Repeat the lines beginning at the one with "if (/<img src=x/.test(html))" and running to the end of the material, keeping the first and last of them, exactly as they appear.

###

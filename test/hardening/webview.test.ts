// Campaign "webview": every message from the live run page is validated; what fails is dropped and logged.
// - validateFromPreview on generated values (fast-check: arbitrary JSON, valid messages with one field broken, extra
//   and prototype-polluting keys, huge strings, NaN and non-integers): never throws, returns null or a message that
//   carries only the known fields of a known type and validates again to itself.
// - The real panel (previewPanel.ts on the vscode stand-in) drops invalid messages and messages naming another
//   document without acting on them, and logs each drop.
// - The page's content security policy, read from the HTML the panel really sets: nothing by default, scripts only
//   with this render's nonce (no 'unsafe-inline', no 'unsafe-eval', no hosts), every other source the webview's own
//   resource origin or blob:/data: images, no remote origin anywhere; every script tag carries the nonce.
// CSP semantics: W3C, "Content Security Policy Level 3" (Working Draft), sections 6.1 (fetch directives) and 6.7.2
// (nonce source matching); the webview rules: VS Code extension guide "Webview API", section "Security".

import fc from 'fast-check';
import { describe, expect, it } from 'vitest';
import * as vscode from 'vscode';
import { validateFromPreview } from '../../src/protocol/preview';
import { AnalysisClient } from '../../src/extension/preview/analysisClient';
import { LiveRunPanel } from '../../src/extension/preview/previewPanel';
import { campaignSeed, report, scaled } from './campaign';
import { FakeDocument, FakePanel, Memento, appliedEdits, documents, settings } from './fakeVscode';

const SOURCE = 'file:///w/page.fluxel';
const VALID: Record<string, unknown>[] = [
  { type: 'ready' }, { type: 'chooseImage' }, { type: 'rerun' },
  { type: 'setKnobs', values: { K: 0.1 }, dt: 0.1 }, { type: 'writeKnobs', values: { K: 0.1, s: 2 }, dt: 0.2 },
  { type: 'setInput', input: { kind: 'scene', scene: 'survey', noise: 0.1, seed: 7 } }, { type: 'setInput', input: { kind: 'file', uri: 'file:///w/a.png' } },
  { type: 'showField', field: 'u' }, { type: 'pickPixel', runId: 1, step: 2, x: 3, y: 4 }, { type: 'requestProfile', runId: 1, step: 2, row: 3 },
  { type: 'reveal', range: { start: { line: 1, column: 1 }, end: { line: 2, column: 3 } } }, { type: 'fitKnobs' }, { type: 'fitKnobs', names: ['K'] },
].map((m) => ({ ...m, source: SOURCE }));
const FIELDS: Record<string, string[]> = {
  ready: [], chooseImage: [], rerun: [], setKnobs: ['values', 'dt'], writeKnobs: ['values', 'dt'], setInput: ['input'], showField: ['field'],
  pickPixel: ['runId', 'step', 'x', 'y'], requestProfile: ['runId', 'step', 'row'], reveal: ['range'], fitKnobs: ['names'],
};
const BAD_VALUES: unknown[] = [null, undefined, NaN, Infinity, -1, 1.5, 2 ** 53, '', 'x'.repeat(200_000), '__proto__', [], {}, { __proto__: { polluted: true } },
  JSON.parse('{"__proto__": {"polluted": true}}'), true, -0, '1', ['K'], { K: 'a' }, { 'K K': 1 }, { constructor: 1 }];

/** A valid message with one field replaced, removed or added. */
const broken = fc.tuple(fc.constantFrom(...VALID), fc.constantFrom(...BAD_VALUES), fc.nat({ max: 4 }), fc.string({ maxLength: 12 })).map(([m, bad, how, key]) => {
  const keys = Object.keys(m);
  const k = keys[Math.floor((how / 5) * keys.length)] ?? 'type';
  const copy: Record<string, unknown> = { ...m };
  if (how === 0) delete copy[k];
  else if (how === 4) copy[key || 'extra'] = bad;
  else copy[k] = bad;
  return copy;
});

function wellFormed(v: NonNullable<ReturnType<typeof validateFromPreview>>): string | null {
  const known = FIELDS[v.type];
  if (!known) return `unknown type ${v.type}`;
  const extra = Object.keys(v).filter((k) => k !== 'type' && k !== 'source' && !known.includes(k));
  if (extra.length) return `extra keys ${extra.join(', ')}`;
  if (Object.getPrototypeOf(v) !== Object.prototype) return 'odd prototype';
  const again = validateFromPreview(JSON.parse(JSON.stringify(v)));
  if (JSON.stringify(again) !== JSON.stringify(v)) return 'does not validate to itself';
  return null;
}

describe('campaign webview', () => {
  it('validateFromPreview never throws and lets through only known, clean messages', () => {
    let cases = 0, accepted = 0;
    const failures: string[] = [];
    const check = (raw: unknown) => {
      cases++;
      let v;
      try { v = validateFromPreview(raw); } catch (e) { failures.push(`threw ${String(e)} on ${String(JSON.stringify(raw)).slice(0, 200)}`); return; }
      if (v === null) return;
      accepted++;
      const p = wellFormed(v);
      if (p) failures.push(`${p}: ${JSON.stringify(raw).slice(0, 200)}`);
    };
    for (const m of VALID) check(m);
    const seed = campaignSeed(20261208);
    fc.assert(fc.property(fc.anything({ withNullPrototype: true, withBigInt: true, withDate: true, withMap: true, withSet: true, withTypedArray: true, withSparseArray: true }), (raw) => { check(raw); }), { numRuns: scaled(5000), seed });
    fc.assert(fc.property(fc.record({ type: fc.constantFrom(...Object.keys(FIELDS), 'other', ''), source: fc.oneof(fc.constant(SOURCE), fc.string()) }, { requiredKeys: [] }), (raw) => { check(raw); }), { numRuns: scaled(2000), seed: seed + 1 });
    fc.assert(fc.property(broken, (raw) => { check(raw); }), { numRuns: scaled(5000), seed: seed + 2 });
    expect(({} as Record<string, unknown>).polluted).toBeUndefined();
    report('webview-validation', cases, failures.length, `${accepted} accepted, ${cases - accepted} dropped`);
    expect(failures.slice(0, 10)).toEqual([]);
    expect(accepted).toBeGreaterThan(VALID.length);
  });

  it('the panel drops and logs invalid messages and messages for another document, and acts on none of them', async () => {
    const analysis = new AnalysisClient();
    try {
      const uri = vscode.Uri.parse(SOURCE);
      documents.set(uri.toString(), new FakeDocument(uri, 'grid 2d\nstep dt = 0.1\nsteps 2\nfield u = image\nparam K = 0.2 in [0, 1]\nu\' = u + dt * K * sum n in N4: u[n] - u\n'));
      settings.set('fluxel.liveRun.sceneSize', 16);
      const panel = new FakePanel();
      const logs: string[] = [];
      const live = new LiveRunPanel(panel as never, uri as never, { extensionUri: vscode.Uri.parse('file:///ext') as never, memory: new Memento() as never, analysis: () => analysis, log: (l) => logs.push(l) });
      const session = await live.sessionReady();
      const handled: unknown[] = [];
      const handle = session!.handle.bind(session);
      session!.handle = async (m) => { handled.push(m); return handle(m); };
      appliedEdits.length = 0;
      const hostile: unknown[] = [
        null, 42, 'ready', { type: 'ready' }, { type: 'writeKnobs', source: SOURCE, values: { K: 'drop table' }, dt: 0.1 },
        { type: 'writeKnobs', source: 'file:///w/other.fluxel', values: { K: 0.5 }, dt: 0.1 }, { type: 'reveal', source: SOURCE, range: { start: { line: 0, column: 1 }, end: { line: 1, column: 1 } } },
        { type: 'setInput', source: SOURCE, input: { kind: 'file', uri: '' } }, { type: 'eval', source: SOURCE, code: 'process.exit()' },
        JSON.parse('{"type":"setKnobs","source":"file:///w/page.fluxel","values":{"__proto__":{"x":1}},"dt":0.1}'),
        { type: 'pickPixel', source: SOURCE, runId: -1, step: 0, x: 0, y: 0 }, { type: 'showField', source: SOURCE, field: 'u; rm -rf /' },
      ];
      for (const m of hostile) panel.send(m);
      panel.send({ type: 'rerun', source: SOURCE }); // one valid message, which must reach the session
      await new Promise((r) => setTimeout(r, 300));
      const drops = logs.filter((l) => l.startsWith('live run: dropped a message'));
      live.dispose();
      const failures = (drops.length !== hostile.length ? 1 : 0) + (handled.length !== 1 ? 1 : 0) + (appliedEdits.length !== 0 ? 1 : 0);
      report('webview-panel', hostile.length + 1, failures, `${drops.length} dropped and logged, ${handled.length} handled, ${appliedEdits.length} edits`);
      expect(drops.length).toBe(hostile.length);
      expect(drops.some((l) => l.includes('names another document'))).toBe(true);
      expect(handled).toEqual([{ type: 'rerun', source: SOURCE }]);
      expect(appliedEdits).toEqual([]);
    } finally {
      analysis.dispose();
    }
  });

  it('the rendered policy allows scripts only with the nonce and loads nothing remote', () => {
    const uri = vscode.Uri.parse('file:///w/"><img src=x onerror=alert(1)>.fluxel');
    documents.set(uri.toString(), new FakeDocument(uri, 'grid 2d\n'));
    const pages: string[] = [];
    const failures: string[] = [];
    for (let k = 0; k < 20; k++) {
      const panel = new FakePanel();
      const live = new LiveRunPanel(panel as never, uri as never, { extensionUri: vscode.Uri.parse('file:///ext') as never, memory: new Memento() as never, analysis: () => { throw new Error('not needed'); }, log: () => undefined });
      pages.push(panel.webview.html);
      live.dispose();
    }
    const nonces = new Set<string>();
    for (const html of pages) {
      const meta = /<meta http-equiv="Content-Security-Policy" content="([^"]*)">/.exec(html);
      if (!meta) { failures.push('no policy'); continue; }
      const policy = meta[1].replace(/&#39;/g, "'").replace(/&amp;/g, '&');
      const directives = new Map(policy.split(';').map((d) => d.trim().split(/\s+/)).map(([name, ...src]) => [name, src]));
      const scriptSrc = directives.get('script-src') ?? [];
      const nonce = /^'nonce-([A-Za-z0-9+/=]+)'$/.exec(scriptSrc[0] ?? '')?.[1];
      if (directives.get('default-src')?.join(' ') !== "'none'") failures.push(`default-src ${directives.get('default-src')}`);
      if (scriptSrc.length !== 1 || !nonce) failures.push(`script-src ${scriptSrc.join(' ')}`);
      if (nonce) nonces.add(nonce);
      const own = 'https://file+.vscode-resource.vscode-cdn.net';
      for (const [name, src] of directives) {
        for (const s of src) {
          const ok = s === "'none'" || s === own || (name === 'script-src' && s === `'nonce-${nonce}'`) || (name === 'img-src' && (s === 'blob:' || s === 'data:'));
          if (!ok) failures.push(`${name} allows ${s}`);
        }
      }
      if (/unsafe-inline|unsafe-eval|\*/.test(policy)) failures.push(`policy has a wildcard or unsafe keyword: ${policy}`);
      const scripts = [...html.matchAll(/<script\b([^>]*)>/g)];
      if (scripts.length === 0 || scripts.some((m) => !m[1].includes(`nonce="${nonce}"`))) failures.push('a script without the nonce');
      // Attributes of real tags only (escaped text such as the file name in the title holds no '<'): no on* handlers.
      for (const tag of html.matchAll(/<([a-z]+)((?:\s+[a-z-]+(?:="[^"]*")?)*)\s*\/?>/gi)) {
        for (const attr of tag[2].matchAll(/\s+([a-z-]+)(?:="[^"]*")?/gi)) {
          if (/^on/i.test(attr[1])) failures.push(`an inline event handler ${attr[1]} on <${tag[1]}>`);
        }
      }
      if (/<img src=x/.test(html)) failures.push('the file name reached the page unescaped');
    }
    if (nonces.size !== pages.length) failures.push(`${nonces.size} distinct nonces over ${pages.length} renders`);
    report('webview-policy', pages.length, failures.length, `${nonces.size} distinct nonces`);
    expect(failures).toEqual([]);
  });
});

###

- Task result -
      if (/<img src=x/.test(html)) failures.push('the file name reached the page unescaped');
    }
    if (nonces.size !== pages.length) failures.push(`${nonces.size} distinct nonces over ${pages.length} renders`);
    report('webview-policy', pages.length, failures.length, `${nonces.size} distinct nonces`);
    expect(failures).toEqual([]);
  });
});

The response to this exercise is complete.